*** Opening Input data ***
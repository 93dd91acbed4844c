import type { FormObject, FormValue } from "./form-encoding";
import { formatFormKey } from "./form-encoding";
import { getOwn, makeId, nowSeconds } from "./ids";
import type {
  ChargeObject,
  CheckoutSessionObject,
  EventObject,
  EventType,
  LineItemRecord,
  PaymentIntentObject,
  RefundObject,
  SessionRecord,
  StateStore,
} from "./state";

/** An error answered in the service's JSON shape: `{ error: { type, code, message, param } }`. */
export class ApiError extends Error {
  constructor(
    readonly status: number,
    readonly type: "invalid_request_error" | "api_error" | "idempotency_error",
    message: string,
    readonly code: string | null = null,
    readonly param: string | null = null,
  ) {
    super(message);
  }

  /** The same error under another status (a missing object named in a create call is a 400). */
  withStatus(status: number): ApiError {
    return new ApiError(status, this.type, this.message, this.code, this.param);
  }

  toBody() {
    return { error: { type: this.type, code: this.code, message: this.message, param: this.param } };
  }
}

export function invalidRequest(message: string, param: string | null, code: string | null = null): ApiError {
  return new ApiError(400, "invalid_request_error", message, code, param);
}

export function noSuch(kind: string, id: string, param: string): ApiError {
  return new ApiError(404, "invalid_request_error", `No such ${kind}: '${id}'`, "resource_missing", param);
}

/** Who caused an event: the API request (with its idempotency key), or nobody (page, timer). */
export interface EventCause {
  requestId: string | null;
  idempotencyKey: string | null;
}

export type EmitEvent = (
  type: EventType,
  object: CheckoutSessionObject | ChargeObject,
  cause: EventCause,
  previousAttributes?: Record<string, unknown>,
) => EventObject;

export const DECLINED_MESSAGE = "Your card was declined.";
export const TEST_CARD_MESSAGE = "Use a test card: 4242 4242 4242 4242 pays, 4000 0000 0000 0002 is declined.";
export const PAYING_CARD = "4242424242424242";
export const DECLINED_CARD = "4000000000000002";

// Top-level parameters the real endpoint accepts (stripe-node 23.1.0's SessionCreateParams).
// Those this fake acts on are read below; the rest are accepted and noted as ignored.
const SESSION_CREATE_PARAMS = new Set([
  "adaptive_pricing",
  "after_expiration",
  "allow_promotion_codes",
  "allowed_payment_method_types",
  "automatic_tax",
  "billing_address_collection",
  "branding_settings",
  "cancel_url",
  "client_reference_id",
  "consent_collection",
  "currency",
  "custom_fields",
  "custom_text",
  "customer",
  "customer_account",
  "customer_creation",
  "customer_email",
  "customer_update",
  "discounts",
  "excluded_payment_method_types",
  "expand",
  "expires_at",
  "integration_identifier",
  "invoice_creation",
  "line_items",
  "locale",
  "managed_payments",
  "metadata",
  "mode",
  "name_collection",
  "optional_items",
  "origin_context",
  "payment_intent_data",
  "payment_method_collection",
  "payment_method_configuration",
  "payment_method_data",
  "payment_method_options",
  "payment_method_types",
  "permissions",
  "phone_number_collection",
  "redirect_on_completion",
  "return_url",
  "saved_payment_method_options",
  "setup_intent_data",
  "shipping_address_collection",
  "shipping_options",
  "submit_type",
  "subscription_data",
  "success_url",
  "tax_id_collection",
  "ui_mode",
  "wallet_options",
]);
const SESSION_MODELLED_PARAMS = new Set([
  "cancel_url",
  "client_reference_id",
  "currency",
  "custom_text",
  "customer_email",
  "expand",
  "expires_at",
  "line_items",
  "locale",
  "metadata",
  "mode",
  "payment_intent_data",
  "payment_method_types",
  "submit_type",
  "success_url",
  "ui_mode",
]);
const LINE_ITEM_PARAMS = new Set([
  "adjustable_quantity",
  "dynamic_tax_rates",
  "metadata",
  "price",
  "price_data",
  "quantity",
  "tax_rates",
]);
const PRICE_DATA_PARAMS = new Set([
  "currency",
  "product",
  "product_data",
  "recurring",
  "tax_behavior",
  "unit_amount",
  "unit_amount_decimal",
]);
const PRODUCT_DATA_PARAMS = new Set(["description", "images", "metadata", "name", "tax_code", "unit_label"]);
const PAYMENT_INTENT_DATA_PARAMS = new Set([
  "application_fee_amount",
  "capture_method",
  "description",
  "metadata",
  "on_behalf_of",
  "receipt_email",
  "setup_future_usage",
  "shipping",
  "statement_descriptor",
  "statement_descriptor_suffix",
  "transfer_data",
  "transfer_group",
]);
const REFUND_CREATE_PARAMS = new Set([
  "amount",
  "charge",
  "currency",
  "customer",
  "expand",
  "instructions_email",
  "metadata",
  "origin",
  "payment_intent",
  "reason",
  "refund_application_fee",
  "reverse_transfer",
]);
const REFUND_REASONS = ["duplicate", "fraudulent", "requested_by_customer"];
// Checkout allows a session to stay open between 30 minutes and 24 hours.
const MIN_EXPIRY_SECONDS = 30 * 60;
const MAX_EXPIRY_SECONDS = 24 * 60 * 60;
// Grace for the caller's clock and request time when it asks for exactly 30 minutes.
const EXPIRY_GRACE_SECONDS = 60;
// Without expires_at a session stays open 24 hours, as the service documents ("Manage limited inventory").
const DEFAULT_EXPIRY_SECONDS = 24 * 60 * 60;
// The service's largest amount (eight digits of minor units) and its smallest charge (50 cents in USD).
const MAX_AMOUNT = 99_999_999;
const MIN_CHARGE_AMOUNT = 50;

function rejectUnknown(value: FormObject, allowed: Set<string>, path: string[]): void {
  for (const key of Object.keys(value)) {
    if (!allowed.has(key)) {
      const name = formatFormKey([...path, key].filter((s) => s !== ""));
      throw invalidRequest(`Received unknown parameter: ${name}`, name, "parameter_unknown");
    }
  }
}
*** Closing Input data ***
Task description:
Only lines with the word "EventCause" are wanted. Find and copy them from the records above.

Written answer:
export interface EventCause {
  cause: EventCause,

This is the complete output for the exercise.